Tuesday, February 4, 2014

Honor

I sat in a conference session in November. The nurse was giving an overview of parenting classes that she teaches.  She covered fetal alcohol syndrome.  And she started a section on shaken infant syndrome.  My gut contracted.  I wanted to retch.  I wanted to leave.  I wanted to leave so I could retch.  But I sat calmly and listened to her presentation.  She explained that when the infant or small child is shaken, his brain actually turns to a kind of jelly.

I know that jelly-brain feeling. 

I was shaken as a small child.  More than once, but I can't say how many times.  I know that the struggle to function, to survive, was so strong and afterward I would strive to focus, to respond to my environment. 

I know that if I was threatened to "stop or I'll shake you until your head rattles", my response was immediately docile based on painful experience.  

I don't know how many times that my siblings and I had our "heads knocked together", a bizarre form of punishment that involved grabbing two children by the hair on their heads and slamming their heads together.  But I know that when my child and her cousin were threatened with the same treatment, they were defended.  By me.

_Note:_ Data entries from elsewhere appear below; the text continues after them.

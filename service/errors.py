"""Every answer that is an error: one record, one table of problem types, one way to answer (RFC 9457 or a page).

    Exception
      Fault          an expected failure with its problem type; raised by routes, answered here
      Refused        the document refuses (`service.complaints`); answered as the problem type of its stage
      HTTPException  the framework's own (no such address, method not allowed)
      anything else  a bug: logged with its traceback by the server, answered with 500

A solver outcome (infeasible, out of time) is none of these: it is a finished run with a verdict.
"""

from __future__ import annotations

import json
from collections.abc import Mapping, Sequence
from dataclasses import asdict, dataclass
from typing import Any

from fastapi import FastAPI
from fastapi.exceptions import RequestValidationError
from starlette.exceptions import HTTPException
from starlette.requests import Request
from starlette.responses import HTMLResponse, Response

from service.complaints import Refused
from service.methods import allowed
from service.negotiation import wants_page
from service.run import IdempotencyError, QueueFullError, StoreError, StoreFullError

PROBLEM_JSON = "application/problem+json"


@dataclass(frozen=True, slots=True)
class ProblemType:
    """What `/problems/{name}` explains."""

    name: str
    status: int
    title: str
    explanation: str


_TYPES = (
    ProblemType(
        "json",
        400,
        "The body is no strict JSON",
        "A problem document is one JSON object (RFC 8259) in UTF-8. NaN and infinite numbers, two members of the same "
        "name and anything after the object are refused. The complaint says at which line and column reading stopped.",
    ),
    ProblemType(
        "schema",
        422,
        "The document has not the shape of a problem",
        "Members are missing, unknown, or of the wrong sort. Each complaint points at the member and says what is "
        "expected there. The whole shape is the JSON Schema at /api/v1/schema/problem.json.",
    ),
    ProblemType(
        "names",
        422,
        "A name means nothing, or two things",
        "A formula uses a name that the document does not declare, or a name is declared twice or is taken already by "
        "a function or by pi. Every complaint points at the formula and marks the characters.",
    ),
    ProblemType(
        "formulas",
        422,
        "A formula cannot be read",
        "Formulas use + - * / ^, parentheses, primes for derivatives, values at a place such as y(0), integral(...), "
        "and the listed functions. There are no implicit products: write 2*x, not 2x.",
    ),
    ProblemType(
        "units",
        422,
        "Units do not fit",
        "Both sides of a relation, both ends of a range and all terms of a sum need units of the same kind. A bare "
        "number that stands alone on one side has the unit of the other side.",
    ),
    ProblemType(
        "conditions",
        422,
        "Too many, contradictory or impossible conditions",
        "More endpoint conditions than the dynamics leave freedom, two conditions that cannot both hold, bounds that "
        "exclude an endpoint, or an interval of no length. The complaints name the conditions.",
    ),
    ProblemType(
        "size",
        422,
        "The document is larger than the service takes",
        "The complaint names the limit and the figure: characters and nesting of a formula, number of unknowns, "
        "constants, conditions or points.",
    ),
    ProblemType(
        "parameters",
        422,
        "The query cannot be understood",
        "A parameter of the query or of the path is missing, unknown or out of its range. Each complaint names it.",
    ),
    ProblemType(
        "not-found", 404, "Nothing is here", "The address names nothing that this service has, or has any more."
    ),
    ProblemType(
        "method",
        405,
        "The address does not take this method",
        "The Allow header lists the methods that this address takes.",
    ),
    ProblemType(
        "not-acceptable",
        406,
        "No representation will do",
        "The Accept header excludes every form in which this address can be answered; the detail lists them.",
    ),
    ProblemType(
        "unfinished",
        409,
        "The run is not finished",
        "There is no result yet. Ask the run for its state, listen to its events, or come back after the time in "
        "Retry-After.",
    ),
    ProblemType(
        "no-curve",
        409,
        "The run has no curve",
        "The run ended without a curve, so there is no table of it. The result document says why.",
    ),
    ProblemType(
        "no-part",
        409,
        "The result has no such part",
        "The table asked for is of a part that this result does not have, such as the points of a sweep where no "
        "constant is swept. The result document says what there is.",
    ),
    ProblemType(
        "too-large", 413, "The body is too large", "The detail names the limit in bytes. Nothing of the body was kept."
    ),
    ProblemType(
        "media-type",
        415,
        "The body is of the wrong media type",
        "Problem documents are sent as application/json in UTF-8, without content coding.",
    ),
    ProblemType(
        "idempotency-key",
        422,
        "The key was used for another document",
        "An Idempotency-Key stands for one request. Send the same document again, or choose another key.",
    ),
    ProblemType(
        "foreign-request",
        403,
        "A foreign page may not change anything",
        "Browsers say which page a request comes from. Only this service's own pages may start, cancel or delete runs; "
        "programs that are no browser are not concerned.",
    ),
    ProblemType(
        "host",
        421,
        "Not the host name of this server",
        "A request has to name this server by an address that it knows, which protects it from foreign pages that "
        "give their own name to it. Further names are a setting of the server (CURVEWRIGHT_HOSTS).",
    ),
    ProblemType(
        "bad-request", 400, "The request cannot be understood", "The request itself is broken; the detail says where."
    ),
    ProblemType(
        "internal",
        500,
        "The service made a mistake",
        "This is a fault of the service, not of the request. It was logged; the same request may fail again.",
    ),
    ProblemType(
        "not-ready",
        503,
        "The service is not ready",
        "The database cannot be written, or no worker is up yet. The body says which.",
    ),
    ProblemType(
        "busy",
        503,
        "The service cannot take another run now",
        "The queue is full or the storage is. Nothing was lost, and nothing was accepted: try again after the time in "
        "Retry-After.",
    ),
)
TYPES: Mapping[str, ProblemType] = {kind.name: kind for kind in _TYPES}
_RETRY_AFTER = "5"
_KEEPING: tuple[tuple[type[Exception], str, str], ...] = (
    (IdempotencyError, "idempotency-key", "This Idempotency-Key came with another body before."),
    (QueueFullError, "busy", "Too many runs are waiting already."),
    (StoreFullError, "busy", "The disk of the server is full; an administrator has to make room."),
    (StoreError, "busy", "The database cannot be used now."),
)
"""What goes wrong with keeping runs -> problem type and sentence; the first that fits counts."""
_OF_STATUS = {400: "bad-request", 404: "not-found", 405: "method", 406: "not-acceptable", 413: "too-large"}


class Fault(Exception):  # noqa: N818 (a fault is what it is)
    """An expected failure: its problem type, one sentence about this case, the complaints, further headers."""

    def __init__(
        self,
        kind: str,
        detail: str,
        *,
        complaints: Sequence[Mapping[str, Any]] = (),
        headers: Mapping[str, str] | None = None,
        members: Mapping[str, Any] | None = None,
    ) -> None:
        super().__init__(detail)
        self.kind = TYPES[kind]
        self.detail = detail
        self.complaints = tuple(complaints)
        self.headers = dict(headers or {})
        self.members = dict(members or {})

    def body(self) -> dict[str, Any]:
        """The problem document."""
        document: dict[str, Any] = {
            "type": f"/problems/{self.kind.name}",
            "title": self.kind.title,
            "status": self.kind.status,
            "detail": self.detail,
            **self.members,
        }
        if self.complaints:
            document["complaints"] = list(self.complaints)
        return document


def refusal(refused: Refused) -> Fault:
    """A refused document as a fault: the stage is its problem type."""
    complaints = [asdict(complaint) for complaint in refused.complaints]
    more = f" (and {len(complaints) - 1} more)" if len(complaints) > 1 else ""
    stage = refused.stage.value
    return Fault(stage, f"{complaints[0]['message']}{more}", complaints=complaints, members={"stage": stage})


def respond(request: Request, fault: Fault) -> Response:
    """Answer with the problem document, or with the page of the same where the caller is a browser."""
    headers = {"vary": "Accept", **fault.headers}
    if wants_page(request.headers.get("accept", "")):
        return HTMLResponse(_page(fault), fault.kind.status, headers)
    text = json.dumps(fault.body(), ensure_ascii=False, allow_nan=False).encode("utf-8", "backslashreplace")
    return Response(text, fault.kind.status, headers, media_type=PROBLEM_JSON)


def _page(fault: Fault) -> str:
    from web.pages.fault import fault_page
    from web.render import render

    return render(fault_page(fault.body()))


def install(app: FastAPI) -> None:
    """Make every failure of `app` answer as above."""

    def faulty(request: Request, error: Exception) -> Response:
        assert isinstance(error, Fault)
        return respond(request, error)

    def refused(request: Request, error: Exception) -> Response:
        assert isinstance(error, Refused)
        return respond(request, refusal(error))

    def misread(request: Request, error: Exception) -> Response:
        assert isinstance(error, RequestValidationError)
        return respond(request, _misread(error))

    def unavailable(request: Request, error: Exception) -> Response:
        detail, kind = next((detail, kind) for sort, kind, detail in _KEEPING if isinstance(error, sort))
        headers = {"retry-after": _RETRY_AFTER} if kind == "busy" else {}
        return respond(request, Fault(kind, detail, headers=headers))

    def framework(request: Request, error: Exception) -> Response:
        assert isinstance(error, HTTPException)
        if error.status_code == 405:
            methods = allowed(app, request.scope)
            headers = {"allow": ", ".join(methods)}
            if request.method == "OPTIONS":
                return Response(status_code=204, headers=headers)
            detail = f"{request.url.path} takes {', '.join(methods)}, not {request.method}."
            return respond(request, Fault("method", detail, headers=headers))
        if error.status_code == 404:
            return respond(request, Fault("not-found", f"There is nothing at {request.url.path}."))
        kind = _OF_STATUS.get(error.status_code, "bad-request" if error.status_code < 500 else "internal")
        return respond(request, Fault(kind, str(error.detail), headers=dict(error.headers or {})))

    def broken(request: Request, error: Exception) -> Response:
        return respond(request, Fault("internal", "An unexpected error occurred while answering this request."))

    app.add_exception_handler(Fault, faulty)
    app.add_exception_handler(Refused, refused)
    app.add_exception_handler(RequestValidationError, misread)
    for sort, _, _ in _KEEPING:
        app.add_exception_handler(sort, unavailable)
    app.add_exception_handler(HTTPException, framework)
    app.add_exception_handler(Exception, broken)


def _misread(error: RequestValidationError) -> Fault:
    """Complaints about path, query and headers; the values sent are not echoed."""
    complaints = [
        {
            "parameter": str(problem["loc"][-1]),
            "in": str(problem["loc"][0]),
            "code": str(problem["type"]).replace("_", "-"),
            "message": _MESSAGES.get(problem["type"], "{name}: {message}.").format(
                name=problem["loc"][-1], message=problem["msg"], **problem.get("ctx", {})
            ),
        }
        for problem in error.errors()
    ]
    detail = " ".join(str(complaint["message"]) for complaint in complaints)
    if all(complaint["in"] == "path" for complaint in complaints):
        return Fault("not-found", f"There is nothing at this address. {detail}")
    return Fault("parameters", detail, complaints=complaints)


_MESSAGES: Mapping[str, str] = {
    "extra_forbidden": "There is no parameter '{name}'.",
    "missing": "The parameter '{name}' is missing.",
    "literal_error": "{name} is one of {expected}.",
    "enum": "{name} is one of {expected}.",
    "int_parsing": "{name} has to be a whole number.",
    "int_parsing_size": "{name} has too many digits.",
    "int_from_float": "{name} has to be a whole number.",
    "float_parsing": "{name} has to be a number.",
    "bool_parsing": "{name} has to be true or false.",
    "greater_than_equal": "{name} has to be at least {ge}.",
    "less_than_equal": "{name} has to be at most {le}.",
    "string_too_long": "{name} has more than {max_length} characters.",
}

I know what it feels like to be tween-aged and have one's hair snatched and one's head slammed against the wall. 

I know what a lot of different kinds of physical, mental, and emotional abuse feel like.  I know despair.

But I also know hope.  And I know what healing feels like.  And I know the terror that the broken shards of my shattered inner person will cut and harm the people I love; however, I also that those shards need not damage anyone--not even me.  They can be made into a beautiful mosaic, catching and refracting light to everyone around me. 

I can't pretend I'm not broken.  But I am confident that brokenness has been transformed into beauty.